=== Begin Enclosure ===
@pytest.mark.parametrize("temperature_K, k_ref", [(283.15, 1e-7), (298.15, 3e-6), (318.15, 1e-8)])
def test_constant_conditions_give_exact_first_order_decay(temperature_K, k_ref):
    model = NeutralArrhenius(k_ref=k_ref)
    sc = Scenario("constant", temperature_K=temperature_K, pH=7.0)
    times = np.array([0.0, 1.0, 10.0, 100.0, 365.0]) * DAY_S
    res = run_scenario(model, sc, output_time_s=times, n_draws=0)
    k = model.k(temperature_K)
    # analytic solution of dC/dt = -k C (first-order kinetics, any physical chemistry text)
    assert_allclose(res.fraction_remaining, np.exp(-k * times), rtol=1e-12, atol=0)
    assert_allclose(res.dt50_s, math.log(2) / k, rtol=1e-9)
    assert_allclose(res.dt90_s, math.log(10) / k, rtol=1e-9)
    assert_allclose(res.effective_k_per_s, k, rtol=1e-12)
    assert res.fraction_ci_low is None and res.caution == CAUTION_TEXT


def test_sinusoidal_annual_temperature_matches_quadrature():
    model = NeutralArrhenius(k_ref=2e-7, ea=85e3)
    mean, amp, phase = 284.0, 9.0, 200.0
    sc = Scenario("annual", temperature_K=AnnualCycle(mean, amp, phase), pH=7.0,
                  start_day_of_year=30.0)
    times = np.array([0.0, 30.0, 90.0, 182.5, 365.0, 500.0]) * DAY_S
    res = run_scenario(model, sc, output_time_s=times, n_draws=0)
    tight = run_scenario(model, sc, output_time_s=times, n_draws=0, rtol=1e-10)

    def k_of_t(t):
        day = t / DAY_S + 30.0
        temp = mean + amp * math.cos(2 * math.pi * (day - phase) / 365.0)
        return model.k(temp)

    # reference: scipy.integrate.quad (QUADPACK, Piessens et al. 1983) at epsrel 1e-13
    ref = np.array([quad_integral(k_of_t, t, 24) if t > 0 else 0.0 for t in times])
    # the default rtol (1e-7 on the cumulative integral) bounds the error of C/C0 ...
    assert_allclose(res.fraction_remaining, np.exp(-ref), rtol=3e-7, atol=0)
    # ... and a tighter rtol converges to the quadrature
    assert_allclose(tight.fraction_remaining, np.exp(-ref), rtol=1e-9, atol=0)
    assert_allclose(res.effective_k_per_s, ref[-1] / times[-1], rtol=3e-7)
    # DT50 reference: root of ∫k dt = ln 2 by scipy.optimize.brentq on the quad integral
    dt50_ref = optimize.brentq(lambda t: quad_integral(k_of_t, t, 24) - math.log(2),
                               1.0, 5 * YEAR_S, xtol=1.0)
    assert_allclose(res.dt50_s, dt50_ref, rtol=1e-6)


def test_fast_daily_temperature_swing_matches_quadrature():
    # a ±10 K daily swing on top of a seasonal cycle: the condition changes much faster
    # than the output spacing, which a coarse grid would get wrong
    model = NeutralArrhenius(k_ref=5e-7, ea=110e3)
    sc = Scenario(
        "diurnal",
        temperature_K=(AnnualCycle(290.0, 6.0, 190.0), DailyCycle(0.0, 10.0, 14.0)),
        pH=DailyCycle(8.0, 0.6, 16.0),
        start_day_of_year=150.0,
    )
    times = np.array([0.0, 0.3, 1.0, 2.5, 7.0, 20.0]) * DAY_S
    res = run_scenario(model, sc, output_time_s=times, n_draws=0, rtol=1e-10)

    def k_of_t(t):
        day = t / DAY_S + 150.0
        hour = t / 3600.0 + 150.0 * 24.0
        temp = (290.0 + 6.0 * math.cos(2 * math.pi * (day - 190.0) / 365.0)
                + 10.0 * math.cos(2 * math.pi * (hour - 14.0) / 24.0))
        return model.k(temp)

    # reference: scipy.integrate.quad split into 1-hour pieces, epsrel 1e-13
    ref = np.array([quad_integral(k_of_t, t, max(1, int(round(t / 3600.0)))) if t > 0 else 0.0
                    for t in times])
    assert_allclose(res.fraction_remaining, np.exp(-ref), rtol=1e-9, atol=0)
    assert res.integration_rel_error < 1e-10
    assert not res.flags["integration_not_converged"]


def test_dt_beyond_horizon_uses_whole_years_for_repeating_scenarios():
    model = NeutralArrhenius(k_ref=1e-8, ea=70e3)
    sc = Scenario("slow", temperature_K=AnnualCycle(283.0, 7.0, 210.0), pH=7.5)
    short = run_scenario(model, sc, horizon_s=60 * DAY_S, n_draws=0)
    long_ = run_scenario(model, sc, horizon_s=12 * YEAR_S, n_draws=0)
    assert short.dt90_s > 60 * DAY_S
    # same DT whether continued by whole years or integrated directly over 12 years
    # both within the default integration tolerance (rtol 1e-7 on the integral)
    assert_allclose(short.dt50_s, long_.dt50_s, rtol=1e-6)
    assert_allclose(short.dt90_s, long_.dt90_s, rtol=1e-6)


def test_monte_carlo_band_matches_lognormal_quantiles_at_constant_conditions():
    # ln k at fixed T is linear in (ln k_ref, Ea): ln k = ln k_ref - Ea/R (1/T - 1/Tref),
    # so ln k ~ N(mu, g S g^T) and F(t) = exp(-exp(ln k) t) has exact quantiles.
    model = NeutralArrhenius(k_ref=2e-7, ea=75e3)
    temp = 285.15
    sc = Scenario("constant", temperature_K=temp, pH=7.0)
    times = np.array([0.0, 30.0, 90.0, 365.0]) * DAY_S
    res = run_scenario(model, sc, output_time_s=times, n_draws=20000, seed=11)
    g = np.array([1.0, -(1.0 / temp - 1.0 / T_REF) / R])
    sd = math.sqrt(g @ model.covariance @ g)
    mu = float(model.ln_k(np.array(temp), 7.0))
    z = stats.norm.ppf(0.975)  # standard normal quantile (scipy.stats reference)
    low = np.exp(-np.exp(mu + z * sd) * times)
    high = np.exp(-np.exp(mu - z * sd) * times)
    assert_allclose(res.fraction_ci_low[1:], low[1:], rtol=0.01)
    assert_allclose(res.fraction_ci_high[1:], high[1:], rtol=0.01)
    assert_allclose(res.dt50_ci_low_s, math.log(2) / math.exp(mu + z * sd), rtol=0.02)
    assert_allclose(res.dt50_ci_high_s, math.log(2) / math.exp(mu - z * sd), rtol=0.02)


def test_correlation_of_draws_is_used():
    # ln k_ref and Ea strongly correlated: far from Tref the band differs from independent draws
    cov_corr = np.array([[0.04, 380.0], [380.0, 4.0e6]])  # correlation 0.95
    cov_ind = np.diag(np.diag(cov_corr))
    sc = Scenario("cold", temperature_K=278.15, pH=7.0)
    times = np.array([0.0, 100.0]) * DAY_S
    a = run_scenario(NeutralArrhenius(cov=cov_corr), sc, output_time_s=times, n_draws=4000, seed=3)
    b = run_scenario(NeutralArrhenius(cov=cov_ind), sc, output_time_s=times, n_draws=4000, seed=3)
    width_a = a.fraction_ci_high[1] - a.fraction_ci_low[1]
    width_b = b.fraction_ci_high[1] - b.fraction_ci_low[1]
    assert abs(width_a - width_b) > 0.1 * width_b


def test_interval_levels_and_prediction_band():
    model = NeutralArrhenius(residual_scale=0.3)
    sc = Scenario("pond", temperature_K=AnnualCycle(288.0, 8.0, 200.0), pH=7.5)
    res = run_scenario(model, sc, n_draws=2000, seed=5)
    i95 = res.interval(0.95)
    i50 = res.interval(0.5)
    p95 = res.interval(0.95, "prediction")
    assert np.all(i50.fraction_low[1:] >= i95.fraction_low[1:])
    assert np.all(p95.fraction_low[1:] <= i95.fraction_low[1:])
    assert_allclose(i95.fraction_low, res.fraction_ci_low, rtol=0, atol=0)
    assert_allclose(p95.fraction_high, res.fraction_pi_high, rtol=0, atol=0)
    with pytest.raises(InputError, match="level"):
        res.interval(1.5)
    with pytest.raises(InputError, match="confidence, prediction"):
        res.interval(0.9, "tolerance")


def test_monthly_means_pass_through_midpoints_and_wrap_the_year():
    values = np.array([3, 4, 7, 11, 15, 19, 21, 20, 16, 11, 7, 4], dtype=float) + 273.15
    mm = MonthlyMeans(values)
    mid = (np.arange(12) + 0.5) * YEAR_S / 12
    assert_allclose(mm.evaluate(mid, 0.0), values, rtol=0, atol=1e-12)
    # 1 January 00:00 lies halfway between the December and January midpoints
    assert_allclose(mm.evaluate(np.array([0.0]), 0.0), 0.5 * (values[0] + values[-1]), atol=1e-12)
    assert_allclose(mm.evaluate(np.array([YEAR_S - 1e-6]), 0.0), mm.evaluate(np.array([0.0]), 0.0),
                    atol=1e-9)
    # start_day_of_year shifts the calendar
    assert_allclose(mm.evaluate(np.array([0.0]), mid[6]), values[6], atol=1e-12)


def test_monthly_means_scenario_matches_quadrature():
    values = np.array([4, 5, 8, 12, 16, 20, 22, 21, 17, 12, 8, 5], dtype=float) + 273.15
    model = NeutralArrhenius(k_ref=1e-7, ea=90e3)
    sc = Scenario("monthly", temperature_K=MonthlyMeans(values), pH=7.0)
    res = run_scenario(model, sc, output_time_s=np.array([0.0, 200 * DAY_S, YEAR_S]), n_draws=0)
    mm = MonthlyMeans(values)

    def k_of_t(t):
        return model.k(mm.evaluate(np.array([t]), 0.0)[0])

    mid = (np.arange(12) + 0.5) * YEAR_S / 12
    # reference: scipy.integrate.quad with the month midpoints (kinks) as break points
    ref = integrate.quad(k_of_t, 0, YEAR_S, points=mid, epsabs=0, epsrel=1e-12, limit=500)[0]
    assert_allclose(res.fraction_remaining[-1], math.exp(-ref), rtol=1e-9)


def test_series_interpolation_extend_modes():
    model = NeutralArrhenius(k_ref=1e-6)
    times = np.array([0.0, 10.0, 20.0]) * DAY_S
    series = Series(times, np.array([283.15, 293.15, 288.15]))
    sc = Scenario("series", temperature_K=series, pH=7.0)
    assert_allclose(sc.conditions(np.array([5 * DAY_S]))["temperature_K"], [288.15], atol=1e-12)
    with pytest.raises(InputError, match="outside the measured series"):
        run_scenario(model, sc, horizon_s=30 * DAY_S, n_draws=0)
    held = Scenario("held", temperature_K=Series(times, np.array([283.15, 293.15, 288.15]),
                                                 extend="hold"), pH=7.0)
    res = run_scenario(model, held, horizon_s=5 * DAY_S, n_draws=0)
    # beyond the last sample the rate is the constant k(288.15 K): DT90 found by extension
    long_ = run_scenario(model, held, horizon_s=400 * DAY_S, n_draws=0)
    assert_allclose(res.dt90_s, long_.dt90_s, rtol=1e-7)


def test_series_without_extension_reports_missing_dt_with_note():
    model = NeutralArrhenius(k_ref=1e-9)
    sc = Scenario("short", temperature_K=Series([0.0, 10 * DAY_S], [288.15, 290.15]), pH=7.0)
    res = run_scenario(model, sc, horizon_s=10 * DAY_S, n_draws=200, seed=1)
    assert res.dt50_s is None and res.dt90_s is None
    assert res.dt50_ci_high_s is None
    assert any("not reached" in n for n in res.notes)
    assert np.all(np.isfinite(res.fraction_ci_low))


def test_flags_are_propagated():
    model = NeutralArrhenius(t_range=(293.15, 323.15), ph_range=(4.0, 9.0),
                             ea_from_prior=("neutral",))
    sc = Scenario("cold lake", temperature_K=AnnualCycle(281.0, 5.0, 200.0),
                  pH=DailyCycle(8.6, 0.8, 15.0))
    res = run_scenario(model, sc, n_draws=0)
    assert res.flags["temperature_outside_range"]
    assert res.flags["pH_outside_range"]
    assert res.flags["ea_from_prior"]
    assert_allclose(res.fraction_of_time_outside_range["temperature"], 1.0, atol=1e-12)
    assert 0.0 < res.fraction_of_time_outside_range["pH"] < 1.0
    assert any("extrapolated" in n for n in res.notes)


@pytest.mark.parametrize(
    "kwargs, message",
    [
        ({"temperature_K": AnnualCycle(276.0, 6.0, 200.0), "pH": 7.0}, r"at time .* d.*temperature_K"),
        ({"temperature_K": 290.0, "pH": DailyCycle(13.5, 1.0, 12.0)},
         r"at time .* d.*pH 14\.\d+ is outside"),
        ({"temperature_K": 290.0, "pH": 7.0, "salinity": -1.0}, r"salinity -1\.0 is negative"),
    ],
)
def test_out_of_range_conditions_raise_with_the_time(kwargs, message):
    sc = Scenario("bad", **kwargs)
    with pytest.raises(InputError, match=message):
        run_scenario(NeutralArrhenius(), sc, n_draws=0)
=== End Enclosure ===
> _TASK DIRECTIONS_: Which of the lines above contain "float"? Return them all.

> _ANSWER BOX_:
    mu = float(model.ln_k(np.array(temp), 7.0))
    values = np.array([3, 4, 7, 11, 15, 19, 21, 20, 16, 11, 7, 4], dtype=float) + 273.15
    values = np.array([4, 5, 8, 12, 16, 20, 22, 21, 17, 12, 8, 5], dtype=float) + 273.15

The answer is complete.